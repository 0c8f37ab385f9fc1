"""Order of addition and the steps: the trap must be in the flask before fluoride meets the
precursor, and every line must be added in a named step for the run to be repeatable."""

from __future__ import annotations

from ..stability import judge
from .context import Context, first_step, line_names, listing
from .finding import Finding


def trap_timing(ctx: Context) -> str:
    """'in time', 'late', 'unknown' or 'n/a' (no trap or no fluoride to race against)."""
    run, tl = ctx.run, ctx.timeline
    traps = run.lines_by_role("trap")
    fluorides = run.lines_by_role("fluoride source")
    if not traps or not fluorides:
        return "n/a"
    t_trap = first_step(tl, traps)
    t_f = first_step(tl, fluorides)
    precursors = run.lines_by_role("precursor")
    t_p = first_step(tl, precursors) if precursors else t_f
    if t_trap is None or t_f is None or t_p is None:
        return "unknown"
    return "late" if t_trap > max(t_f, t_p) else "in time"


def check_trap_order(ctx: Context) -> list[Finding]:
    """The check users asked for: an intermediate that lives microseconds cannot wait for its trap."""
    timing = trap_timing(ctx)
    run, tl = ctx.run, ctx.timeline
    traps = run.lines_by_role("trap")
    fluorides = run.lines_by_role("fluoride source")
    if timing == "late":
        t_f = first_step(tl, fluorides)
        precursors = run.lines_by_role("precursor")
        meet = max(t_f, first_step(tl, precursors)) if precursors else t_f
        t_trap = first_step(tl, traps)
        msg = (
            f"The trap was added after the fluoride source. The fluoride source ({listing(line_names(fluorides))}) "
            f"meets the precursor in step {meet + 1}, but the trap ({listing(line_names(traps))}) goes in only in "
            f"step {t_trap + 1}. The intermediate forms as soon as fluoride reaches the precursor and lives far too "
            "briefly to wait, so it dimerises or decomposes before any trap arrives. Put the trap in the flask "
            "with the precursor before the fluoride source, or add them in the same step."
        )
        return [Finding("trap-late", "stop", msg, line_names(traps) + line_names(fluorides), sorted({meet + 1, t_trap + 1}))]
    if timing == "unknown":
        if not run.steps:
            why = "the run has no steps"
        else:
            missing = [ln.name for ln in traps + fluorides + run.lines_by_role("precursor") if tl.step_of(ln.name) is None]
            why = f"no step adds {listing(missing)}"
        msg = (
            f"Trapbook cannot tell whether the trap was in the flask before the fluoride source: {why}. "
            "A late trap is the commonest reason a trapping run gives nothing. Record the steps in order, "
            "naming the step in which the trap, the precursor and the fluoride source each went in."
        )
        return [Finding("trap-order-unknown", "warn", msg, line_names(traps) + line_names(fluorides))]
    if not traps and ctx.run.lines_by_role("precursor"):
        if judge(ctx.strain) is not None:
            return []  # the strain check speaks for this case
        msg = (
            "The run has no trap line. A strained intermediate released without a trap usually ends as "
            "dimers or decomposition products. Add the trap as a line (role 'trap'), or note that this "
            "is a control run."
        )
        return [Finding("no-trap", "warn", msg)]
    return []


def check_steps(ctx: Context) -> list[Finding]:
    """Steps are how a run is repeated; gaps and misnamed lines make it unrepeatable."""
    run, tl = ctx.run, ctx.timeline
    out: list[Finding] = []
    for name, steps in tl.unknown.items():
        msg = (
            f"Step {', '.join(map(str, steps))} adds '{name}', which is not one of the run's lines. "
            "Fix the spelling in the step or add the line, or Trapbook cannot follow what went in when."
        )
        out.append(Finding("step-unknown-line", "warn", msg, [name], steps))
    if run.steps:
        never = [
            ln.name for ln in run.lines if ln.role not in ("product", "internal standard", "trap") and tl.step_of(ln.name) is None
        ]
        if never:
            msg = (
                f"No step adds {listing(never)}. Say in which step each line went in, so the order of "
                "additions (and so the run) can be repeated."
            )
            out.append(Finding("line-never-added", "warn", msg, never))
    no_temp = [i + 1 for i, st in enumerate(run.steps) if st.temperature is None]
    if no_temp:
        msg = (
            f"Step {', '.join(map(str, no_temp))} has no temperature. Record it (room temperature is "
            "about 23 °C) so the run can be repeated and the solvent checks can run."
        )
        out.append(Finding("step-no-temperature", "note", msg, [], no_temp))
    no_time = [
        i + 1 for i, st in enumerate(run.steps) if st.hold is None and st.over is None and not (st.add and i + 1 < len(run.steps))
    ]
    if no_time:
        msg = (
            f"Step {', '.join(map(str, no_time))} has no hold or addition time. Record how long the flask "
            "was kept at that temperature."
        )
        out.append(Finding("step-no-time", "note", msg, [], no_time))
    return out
──────
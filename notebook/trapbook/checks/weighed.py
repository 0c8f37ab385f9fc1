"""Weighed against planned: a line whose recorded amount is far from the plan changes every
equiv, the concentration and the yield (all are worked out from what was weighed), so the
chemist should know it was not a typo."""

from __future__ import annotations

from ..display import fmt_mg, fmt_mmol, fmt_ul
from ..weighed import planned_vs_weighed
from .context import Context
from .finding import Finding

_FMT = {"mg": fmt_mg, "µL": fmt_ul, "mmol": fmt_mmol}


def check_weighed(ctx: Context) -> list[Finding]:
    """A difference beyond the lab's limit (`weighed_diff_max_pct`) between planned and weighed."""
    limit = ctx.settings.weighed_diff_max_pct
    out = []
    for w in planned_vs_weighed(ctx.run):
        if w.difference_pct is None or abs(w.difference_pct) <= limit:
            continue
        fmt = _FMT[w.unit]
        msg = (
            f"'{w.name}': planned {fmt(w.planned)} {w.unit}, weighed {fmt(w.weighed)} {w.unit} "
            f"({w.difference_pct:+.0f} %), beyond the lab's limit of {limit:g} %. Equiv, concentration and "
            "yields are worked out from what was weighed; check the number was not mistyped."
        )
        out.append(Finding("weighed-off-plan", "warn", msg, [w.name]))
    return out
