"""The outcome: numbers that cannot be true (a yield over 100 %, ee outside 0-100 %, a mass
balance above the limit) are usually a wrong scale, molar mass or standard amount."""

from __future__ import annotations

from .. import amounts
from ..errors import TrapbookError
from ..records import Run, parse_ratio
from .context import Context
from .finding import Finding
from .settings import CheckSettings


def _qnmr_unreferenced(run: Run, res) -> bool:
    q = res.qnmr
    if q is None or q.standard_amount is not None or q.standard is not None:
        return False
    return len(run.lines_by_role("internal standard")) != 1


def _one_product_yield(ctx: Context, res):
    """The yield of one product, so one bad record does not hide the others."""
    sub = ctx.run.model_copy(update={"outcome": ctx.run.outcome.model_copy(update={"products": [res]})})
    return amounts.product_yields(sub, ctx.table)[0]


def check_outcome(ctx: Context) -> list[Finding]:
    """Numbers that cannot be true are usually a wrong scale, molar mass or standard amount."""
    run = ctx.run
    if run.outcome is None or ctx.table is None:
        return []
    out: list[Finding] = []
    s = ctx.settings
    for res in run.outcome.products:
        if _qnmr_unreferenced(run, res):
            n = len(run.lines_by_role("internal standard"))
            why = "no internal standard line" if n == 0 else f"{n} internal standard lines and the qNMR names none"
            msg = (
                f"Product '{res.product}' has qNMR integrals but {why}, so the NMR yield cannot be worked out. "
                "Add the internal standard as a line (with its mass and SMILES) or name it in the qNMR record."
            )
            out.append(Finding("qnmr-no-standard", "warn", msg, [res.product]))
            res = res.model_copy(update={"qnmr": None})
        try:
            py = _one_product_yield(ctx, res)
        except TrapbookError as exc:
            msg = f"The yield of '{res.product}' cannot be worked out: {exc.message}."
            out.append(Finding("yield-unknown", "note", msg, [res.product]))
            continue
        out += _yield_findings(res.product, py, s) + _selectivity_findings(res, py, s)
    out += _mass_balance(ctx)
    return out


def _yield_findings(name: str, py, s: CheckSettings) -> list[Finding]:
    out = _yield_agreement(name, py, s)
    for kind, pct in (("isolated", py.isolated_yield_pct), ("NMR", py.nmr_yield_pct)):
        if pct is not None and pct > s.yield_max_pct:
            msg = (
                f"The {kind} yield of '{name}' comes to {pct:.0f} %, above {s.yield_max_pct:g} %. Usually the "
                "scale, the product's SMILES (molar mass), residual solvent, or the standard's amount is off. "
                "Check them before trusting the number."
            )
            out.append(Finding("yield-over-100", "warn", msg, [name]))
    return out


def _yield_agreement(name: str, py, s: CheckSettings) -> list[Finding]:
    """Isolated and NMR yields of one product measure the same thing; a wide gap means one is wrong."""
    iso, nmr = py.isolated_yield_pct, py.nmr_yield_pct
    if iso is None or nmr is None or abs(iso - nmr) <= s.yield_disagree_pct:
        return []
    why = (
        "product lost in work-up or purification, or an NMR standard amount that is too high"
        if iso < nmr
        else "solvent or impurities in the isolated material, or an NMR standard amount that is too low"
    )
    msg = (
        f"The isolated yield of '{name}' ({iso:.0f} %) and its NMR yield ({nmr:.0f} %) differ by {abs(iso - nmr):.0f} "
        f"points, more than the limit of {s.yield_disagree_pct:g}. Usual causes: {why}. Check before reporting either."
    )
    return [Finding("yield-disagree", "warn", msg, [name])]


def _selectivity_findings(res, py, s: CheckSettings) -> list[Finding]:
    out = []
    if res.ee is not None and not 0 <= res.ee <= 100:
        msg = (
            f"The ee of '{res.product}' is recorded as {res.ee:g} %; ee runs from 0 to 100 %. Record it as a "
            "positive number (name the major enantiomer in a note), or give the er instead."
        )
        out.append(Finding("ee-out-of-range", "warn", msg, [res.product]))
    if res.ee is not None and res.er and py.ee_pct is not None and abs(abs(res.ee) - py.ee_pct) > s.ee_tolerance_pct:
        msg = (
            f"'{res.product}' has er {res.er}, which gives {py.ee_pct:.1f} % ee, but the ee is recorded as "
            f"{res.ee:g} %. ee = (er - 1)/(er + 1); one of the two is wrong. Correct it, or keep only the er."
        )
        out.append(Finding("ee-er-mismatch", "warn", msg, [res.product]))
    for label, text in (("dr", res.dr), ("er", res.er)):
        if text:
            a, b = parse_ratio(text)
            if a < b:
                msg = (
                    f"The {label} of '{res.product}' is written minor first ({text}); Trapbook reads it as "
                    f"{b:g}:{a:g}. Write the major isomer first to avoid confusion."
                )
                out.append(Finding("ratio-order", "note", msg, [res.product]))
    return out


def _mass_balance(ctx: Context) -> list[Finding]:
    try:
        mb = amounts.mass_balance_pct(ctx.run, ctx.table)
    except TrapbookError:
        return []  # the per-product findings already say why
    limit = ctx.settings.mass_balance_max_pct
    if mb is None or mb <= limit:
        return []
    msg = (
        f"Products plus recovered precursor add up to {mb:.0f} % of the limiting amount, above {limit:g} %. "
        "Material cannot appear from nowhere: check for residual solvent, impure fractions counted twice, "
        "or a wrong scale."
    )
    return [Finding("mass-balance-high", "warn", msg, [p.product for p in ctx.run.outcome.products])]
──────
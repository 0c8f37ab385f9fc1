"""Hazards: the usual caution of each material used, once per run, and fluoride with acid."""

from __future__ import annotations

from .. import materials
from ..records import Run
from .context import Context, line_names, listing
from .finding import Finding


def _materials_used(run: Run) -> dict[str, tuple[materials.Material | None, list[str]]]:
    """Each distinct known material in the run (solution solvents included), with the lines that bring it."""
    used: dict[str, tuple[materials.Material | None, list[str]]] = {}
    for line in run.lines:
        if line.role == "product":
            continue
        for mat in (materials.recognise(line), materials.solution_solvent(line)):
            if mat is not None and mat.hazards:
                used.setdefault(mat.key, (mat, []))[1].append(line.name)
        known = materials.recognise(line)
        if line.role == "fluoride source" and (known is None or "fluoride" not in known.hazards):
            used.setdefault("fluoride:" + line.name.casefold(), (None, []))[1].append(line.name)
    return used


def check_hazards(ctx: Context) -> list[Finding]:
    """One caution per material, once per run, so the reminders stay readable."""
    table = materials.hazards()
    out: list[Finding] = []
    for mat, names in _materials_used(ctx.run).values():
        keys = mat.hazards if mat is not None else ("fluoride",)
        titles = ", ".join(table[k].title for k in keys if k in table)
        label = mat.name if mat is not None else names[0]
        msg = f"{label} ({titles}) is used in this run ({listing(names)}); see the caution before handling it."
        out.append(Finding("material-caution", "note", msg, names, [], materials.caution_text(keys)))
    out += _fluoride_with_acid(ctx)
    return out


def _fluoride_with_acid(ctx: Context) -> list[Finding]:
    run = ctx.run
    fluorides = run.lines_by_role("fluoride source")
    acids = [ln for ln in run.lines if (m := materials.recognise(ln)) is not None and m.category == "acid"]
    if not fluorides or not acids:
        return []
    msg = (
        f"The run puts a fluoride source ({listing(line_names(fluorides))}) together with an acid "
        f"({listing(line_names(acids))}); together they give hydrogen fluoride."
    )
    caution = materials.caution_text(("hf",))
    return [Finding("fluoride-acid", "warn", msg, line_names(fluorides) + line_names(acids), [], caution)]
──────
§ **Exercise prompt**
In the listing above, locate the line containing "or decomposition products." and the line containing "run is repeated;", then transcribe both and every line between them verbatim.

§ **Your solution**
            "dimers or decomposition products. Add the trap as a line (role 'trap'), or note that this "
            "is a control run."
        )
        return [Finding("no-trap", "warn", msg)]
    return []


def check_steps(ctx: Context) -> list[Finding]:
    """Steps are how a run is repeated; gaps and misnamed lines make it unrepeatable."""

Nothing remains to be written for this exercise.